[Records drawn from a dataset]
*** Begin section ***
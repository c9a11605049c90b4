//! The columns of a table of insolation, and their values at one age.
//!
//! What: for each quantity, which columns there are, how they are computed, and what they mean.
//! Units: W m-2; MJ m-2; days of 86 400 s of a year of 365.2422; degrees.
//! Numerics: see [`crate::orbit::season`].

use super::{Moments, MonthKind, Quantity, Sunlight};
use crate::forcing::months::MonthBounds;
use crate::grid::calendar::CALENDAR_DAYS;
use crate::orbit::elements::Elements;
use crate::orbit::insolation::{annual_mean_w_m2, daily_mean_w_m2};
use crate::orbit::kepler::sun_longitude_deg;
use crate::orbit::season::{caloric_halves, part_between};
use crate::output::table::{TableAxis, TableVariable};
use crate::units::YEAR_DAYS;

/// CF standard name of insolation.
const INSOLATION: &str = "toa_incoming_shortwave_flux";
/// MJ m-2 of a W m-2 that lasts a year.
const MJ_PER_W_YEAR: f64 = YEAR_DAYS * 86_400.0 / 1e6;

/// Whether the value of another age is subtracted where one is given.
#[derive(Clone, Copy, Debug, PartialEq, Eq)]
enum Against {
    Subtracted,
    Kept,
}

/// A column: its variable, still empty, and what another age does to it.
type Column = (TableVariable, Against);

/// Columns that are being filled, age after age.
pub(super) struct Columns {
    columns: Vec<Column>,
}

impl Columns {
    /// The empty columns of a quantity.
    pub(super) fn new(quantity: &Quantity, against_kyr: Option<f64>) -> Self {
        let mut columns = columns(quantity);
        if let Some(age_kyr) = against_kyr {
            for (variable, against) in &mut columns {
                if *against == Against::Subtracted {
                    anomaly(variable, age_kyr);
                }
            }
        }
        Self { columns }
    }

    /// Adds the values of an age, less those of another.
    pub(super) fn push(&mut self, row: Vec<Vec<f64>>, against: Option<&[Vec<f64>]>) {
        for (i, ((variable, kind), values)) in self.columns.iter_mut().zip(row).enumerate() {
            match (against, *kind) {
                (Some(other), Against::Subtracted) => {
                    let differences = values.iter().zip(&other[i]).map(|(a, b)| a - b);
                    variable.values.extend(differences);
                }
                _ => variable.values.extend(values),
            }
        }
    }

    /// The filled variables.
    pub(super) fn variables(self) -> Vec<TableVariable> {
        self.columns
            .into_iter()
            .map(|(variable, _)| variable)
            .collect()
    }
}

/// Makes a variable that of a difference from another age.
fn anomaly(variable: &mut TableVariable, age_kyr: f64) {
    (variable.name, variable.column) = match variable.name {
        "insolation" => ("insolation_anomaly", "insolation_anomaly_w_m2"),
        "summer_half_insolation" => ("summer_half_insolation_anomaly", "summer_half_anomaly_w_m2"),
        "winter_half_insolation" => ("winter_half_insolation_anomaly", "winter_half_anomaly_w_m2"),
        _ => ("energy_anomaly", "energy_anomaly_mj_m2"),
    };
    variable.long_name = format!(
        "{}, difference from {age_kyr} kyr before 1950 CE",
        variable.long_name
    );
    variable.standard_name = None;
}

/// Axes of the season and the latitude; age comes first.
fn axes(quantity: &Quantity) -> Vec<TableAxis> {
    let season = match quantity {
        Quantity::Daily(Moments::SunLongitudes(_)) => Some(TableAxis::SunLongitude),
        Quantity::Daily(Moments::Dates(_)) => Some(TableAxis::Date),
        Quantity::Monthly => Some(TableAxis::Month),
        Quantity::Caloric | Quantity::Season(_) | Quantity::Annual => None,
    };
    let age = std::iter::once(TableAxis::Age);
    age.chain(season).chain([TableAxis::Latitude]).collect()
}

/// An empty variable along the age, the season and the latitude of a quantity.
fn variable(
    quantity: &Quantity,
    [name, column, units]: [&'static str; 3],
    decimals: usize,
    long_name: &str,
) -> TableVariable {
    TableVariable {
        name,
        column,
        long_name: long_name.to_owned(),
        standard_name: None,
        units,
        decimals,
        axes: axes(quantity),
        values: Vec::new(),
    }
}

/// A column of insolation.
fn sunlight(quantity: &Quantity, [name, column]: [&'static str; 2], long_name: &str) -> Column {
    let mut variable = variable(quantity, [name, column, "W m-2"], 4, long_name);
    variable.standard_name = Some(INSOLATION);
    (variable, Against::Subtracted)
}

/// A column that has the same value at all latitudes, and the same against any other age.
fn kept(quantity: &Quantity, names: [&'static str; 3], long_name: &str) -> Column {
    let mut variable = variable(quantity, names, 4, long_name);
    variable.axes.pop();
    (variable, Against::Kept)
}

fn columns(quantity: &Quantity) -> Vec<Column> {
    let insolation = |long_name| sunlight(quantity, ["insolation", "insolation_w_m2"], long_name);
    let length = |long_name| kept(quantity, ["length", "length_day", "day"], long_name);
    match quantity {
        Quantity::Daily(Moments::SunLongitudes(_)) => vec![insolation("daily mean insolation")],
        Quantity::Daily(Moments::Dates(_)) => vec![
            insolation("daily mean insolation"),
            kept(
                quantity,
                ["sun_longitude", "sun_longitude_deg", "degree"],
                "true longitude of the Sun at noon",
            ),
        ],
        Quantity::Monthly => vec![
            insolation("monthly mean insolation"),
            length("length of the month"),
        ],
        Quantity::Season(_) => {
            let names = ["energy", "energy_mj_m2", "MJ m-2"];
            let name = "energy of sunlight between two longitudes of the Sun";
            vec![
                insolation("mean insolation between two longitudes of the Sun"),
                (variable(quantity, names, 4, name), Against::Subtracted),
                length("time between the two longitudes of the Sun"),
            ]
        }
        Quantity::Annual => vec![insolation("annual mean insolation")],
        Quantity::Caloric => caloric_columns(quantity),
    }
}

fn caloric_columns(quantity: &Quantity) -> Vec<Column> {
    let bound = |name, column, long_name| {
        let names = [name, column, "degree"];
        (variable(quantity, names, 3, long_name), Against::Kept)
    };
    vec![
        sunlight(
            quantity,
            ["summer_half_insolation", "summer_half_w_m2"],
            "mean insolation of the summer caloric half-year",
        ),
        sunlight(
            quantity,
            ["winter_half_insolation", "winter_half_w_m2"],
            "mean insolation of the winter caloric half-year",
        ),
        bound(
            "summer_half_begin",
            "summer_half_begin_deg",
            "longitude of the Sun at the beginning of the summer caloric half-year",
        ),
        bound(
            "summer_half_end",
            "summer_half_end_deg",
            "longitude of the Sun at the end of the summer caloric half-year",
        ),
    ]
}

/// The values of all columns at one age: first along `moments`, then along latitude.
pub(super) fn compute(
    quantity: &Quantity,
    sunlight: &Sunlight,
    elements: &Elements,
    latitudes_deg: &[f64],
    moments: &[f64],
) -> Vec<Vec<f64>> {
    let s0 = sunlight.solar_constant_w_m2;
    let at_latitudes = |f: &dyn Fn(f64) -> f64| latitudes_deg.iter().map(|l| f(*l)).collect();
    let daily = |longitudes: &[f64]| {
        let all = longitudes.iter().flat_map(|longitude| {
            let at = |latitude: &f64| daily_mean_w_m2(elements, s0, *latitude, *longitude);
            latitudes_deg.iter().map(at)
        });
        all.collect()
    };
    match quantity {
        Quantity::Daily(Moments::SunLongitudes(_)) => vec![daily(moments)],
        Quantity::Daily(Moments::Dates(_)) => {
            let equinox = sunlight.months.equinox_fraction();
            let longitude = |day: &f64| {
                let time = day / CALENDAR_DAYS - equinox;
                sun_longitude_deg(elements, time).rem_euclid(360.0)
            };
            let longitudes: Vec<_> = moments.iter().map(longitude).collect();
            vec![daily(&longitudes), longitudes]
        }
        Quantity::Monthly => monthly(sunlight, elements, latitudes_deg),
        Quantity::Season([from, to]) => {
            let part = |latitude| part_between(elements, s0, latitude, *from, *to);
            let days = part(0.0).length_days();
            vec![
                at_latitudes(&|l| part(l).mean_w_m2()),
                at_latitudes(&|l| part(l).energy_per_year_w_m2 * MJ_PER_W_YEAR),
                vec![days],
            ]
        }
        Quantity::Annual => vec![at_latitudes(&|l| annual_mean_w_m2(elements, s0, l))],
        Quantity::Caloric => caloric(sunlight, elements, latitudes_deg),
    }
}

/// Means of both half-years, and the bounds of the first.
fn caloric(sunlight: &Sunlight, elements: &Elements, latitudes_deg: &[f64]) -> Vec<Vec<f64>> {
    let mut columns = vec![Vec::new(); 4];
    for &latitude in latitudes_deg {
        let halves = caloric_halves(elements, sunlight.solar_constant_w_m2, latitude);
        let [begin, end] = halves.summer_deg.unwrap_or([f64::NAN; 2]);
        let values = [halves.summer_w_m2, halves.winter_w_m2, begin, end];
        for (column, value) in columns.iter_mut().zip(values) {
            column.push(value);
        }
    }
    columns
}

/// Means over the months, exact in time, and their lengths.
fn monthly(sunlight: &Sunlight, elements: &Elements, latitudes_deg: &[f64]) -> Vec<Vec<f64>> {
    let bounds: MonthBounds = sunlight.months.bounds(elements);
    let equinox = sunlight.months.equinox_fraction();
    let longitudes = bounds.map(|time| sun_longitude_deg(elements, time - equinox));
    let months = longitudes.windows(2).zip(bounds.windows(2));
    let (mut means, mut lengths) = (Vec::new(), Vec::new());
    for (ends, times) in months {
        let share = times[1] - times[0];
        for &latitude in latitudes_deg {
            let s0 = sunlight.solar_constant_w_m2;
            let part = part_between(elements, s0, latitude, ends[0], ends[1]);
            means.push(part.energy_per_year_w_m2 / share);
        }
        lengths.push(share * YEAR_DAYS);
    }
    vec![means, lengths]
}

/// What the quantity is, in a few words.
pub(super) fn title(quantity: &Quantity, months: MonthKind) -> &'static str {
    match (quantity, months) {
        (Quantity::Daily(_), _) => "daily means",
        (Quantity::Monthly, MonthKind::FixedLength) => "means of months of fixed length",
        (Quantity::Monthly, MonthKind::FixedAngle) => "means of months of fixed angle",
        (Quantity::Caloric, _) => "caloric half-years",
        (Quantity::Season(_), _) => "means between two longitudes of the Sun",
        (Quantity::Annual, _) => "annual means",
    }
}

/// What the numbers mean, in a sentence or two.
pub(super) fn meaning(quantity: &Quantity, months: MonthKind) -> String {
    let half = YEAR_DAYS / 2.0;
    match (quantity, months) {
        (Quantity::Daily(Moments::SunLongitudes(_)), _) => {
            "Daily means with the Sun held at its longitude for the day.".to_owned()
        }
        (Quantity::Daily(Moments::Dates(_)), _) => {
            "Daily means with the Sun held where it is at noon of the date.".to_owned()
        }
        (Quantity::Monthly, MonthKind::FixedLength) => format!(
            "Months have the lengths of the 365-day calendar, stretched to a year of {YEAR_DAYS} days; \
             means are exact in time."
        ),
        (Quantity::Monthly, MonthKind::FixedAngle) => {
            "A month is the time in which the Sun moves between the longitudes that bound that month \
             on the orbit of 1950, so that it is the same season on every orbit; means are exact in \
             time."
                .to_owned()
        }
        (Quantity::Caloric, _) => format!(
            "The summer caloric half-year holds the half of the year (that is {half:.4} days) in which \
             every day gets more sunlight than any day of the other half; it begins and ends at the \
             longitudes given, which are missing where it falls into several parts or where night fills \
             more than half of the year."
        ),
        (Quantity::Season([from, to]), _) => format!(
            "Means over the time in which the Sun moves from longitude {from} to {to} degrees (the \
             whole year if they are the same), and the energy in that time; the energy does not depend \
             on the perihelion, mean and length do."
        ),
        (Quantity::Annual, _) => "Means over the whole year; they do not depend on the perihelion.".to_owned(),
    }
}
*** End section ***
• Task prompt
Which lines above include the word "noon"? Show each one.

• Written reply
                "true longitude of the Sun at noon",
            "Daily means with the Sun held where it is at noon of the date.".to_owned()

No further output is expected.